The venv I have sitting here uses 241MB with 0.002% of that being the .gitignore file it contains. If I was looking for someway to make venvs smaller I would not waste time considering whether that .gitignore file could be stripped out. However if I realised that I could make the whole venv 1% smaller by recursively stripping out hundreds of pointless .gitignore files from every package directory then that would seem like a worthwhile improvement.
It seems like this thread basically balances the space cost of .gitignore files with their benefit.
I don’t think the space cost is that significant in the modern world, but I added a separate topic about redesigning pycache so that it shares its cache on a user or system level, which would eliminate it entirely.
I think people are under-appreciating the benefit of simplifying the gitignore experience for new and experienced users. Not creating a .gitignore is one fewer step to do and to learn. Once you get used to doing out of habit, it’s easy to forget the mental cost it took you to get there.
It’s notable how incredibly dominant git is in people’s minds here. Not a single thought is given to any OTHER source control system. If Python had to create not one, but a bunch of different ignore files (.hgignore, .bzrignore, etc), would that change things? Or is it assumed that people are going to have to figure those other systems out on their own?
Maybe git really IS that dominant, and I just have older experiences. Maybe Firefox is the only project left in the world that doesn’t use it.

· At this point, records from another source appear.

import { describe, expect, test } from 'vitest';
import { asciiDesignation, designationKey, designationRank } from './index';

describe('designationKey', () => {
  test.each([
    ['W12x26', ['W12X26', 'W12×26', 'w 12 x 26', 'W 12*26', 'w12 26', 'W12х26', '  W12✕26 ']],
    ['HE 200 A', ['hea200', 'HEA 200', 'he200a', 'HE-A 200', 'ＨＥ ２００ Ａ', 'IPBL 200']],
    ['533x210x92 UB', ['UB 533x210x92', 'UB533X210X92', 'ub 533 × 210 × 92', '533*210*92.0 ub']],
    ['IPE A 100', ['ipea100', 'IPE 100 A']],
    ['CHS 21.3x2.6', ['chs21,3x2,6', 'CHS 21.30 × 2.60']],
    ['RHS 100x100x5', ['SHS 100x100x5']],
    ['2x10', ['2x10in', '2 × 10', '2"x10"', '2 by 10'.replace('by', 'x')]],
    ['47x200', ['47 x 200 mm']],
    ['HSS6x4x1/4', ['HSS 6×4×0.25', 'hss6x4x¼']],
    ['5-1/8x18', ['5 1/8 x 18', '5⅛×18', '5.125x18']],
  ])('%s is the same as %j', (one, others) => {
    expect(others.map(designationKey)).toEqual(others.map(() => designationKey(one)));
  });

  test('different sections keep different keys', () => {
    const keys = [
      'HE 200 A',
      'HE 200 AA',
      'HE 200 B',
      'IPE 200',
      'IPE O 200',
      'IPE A 200',
      'W12x26',
      'W122x6',
    ];
    expect(new Set(keys.map(designationKey)).size).toBe(keys.length);
  });
});

test('asciiDesignation writes a printed name with x', () => {
  expect(asciiDesignation(' OV 180×90 × 18 ')).toBe('OV 180x90x18');
  expect(asciiDesignation('HE\u00a0200\u00a0A')).toBe('HE 200 A');
});

describe('designationRank', () => {
  const names = [
    'W12x26',
    'W12x260',
    'W14x26',
    'W12x14',
    'HE 200 A',
    'HE 200 AA',
    '533x210x92 UB',
    'IPE 200',
  ];
  const ranked = (query: string) =>
    names
      .map((name) => ({ name, rank: designationRank(query, name) }))
      .filter(({ rank }) => rank !== null)
      .sort((a, b) => (a.rank ?? 0) - (b.rank ?? 0))
      .map(({ name }) => name);

  test.each([
    ['w12x26', ['W12x26', 'W12x260']],
    ['12x26', ['W12x26', 'W12x260']],
    ['w12', ['W12x26', 'W12x260', 'W12x14']],
    ['hea200', ['HE 200 A', 'HE 200 AA']],
    ['UB 533', ['533x210x92 UB']],
    ['533 92', ['533x210x92 UB']],
    ['ipe', ['IPE 200']],
    ['', []],
    ['qq', []],
  ])('"%s" finds %j, the exact one first', (query, expected) => {
    expect(ranked(query)).toEqual(expected);
  });
});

I think it’s dominant enough that future version control systems are likely to accept .gitignore files (since so many other tools already either emit or read them, there is a genuine practical benefit to a new VCS taking that approach).
Yeah, although I would be cautious of assuming that “primary” equates to “sole”. Again, it PROBABLY is true for a lot of people, but I would consider git to be my primary VCS on account of it being the one I’d choose for any brand-new project, while still happily using whatever system someone else is already using.
So, this point is probably moot, and git really IS that dominant. But I’m not 100% certain of that.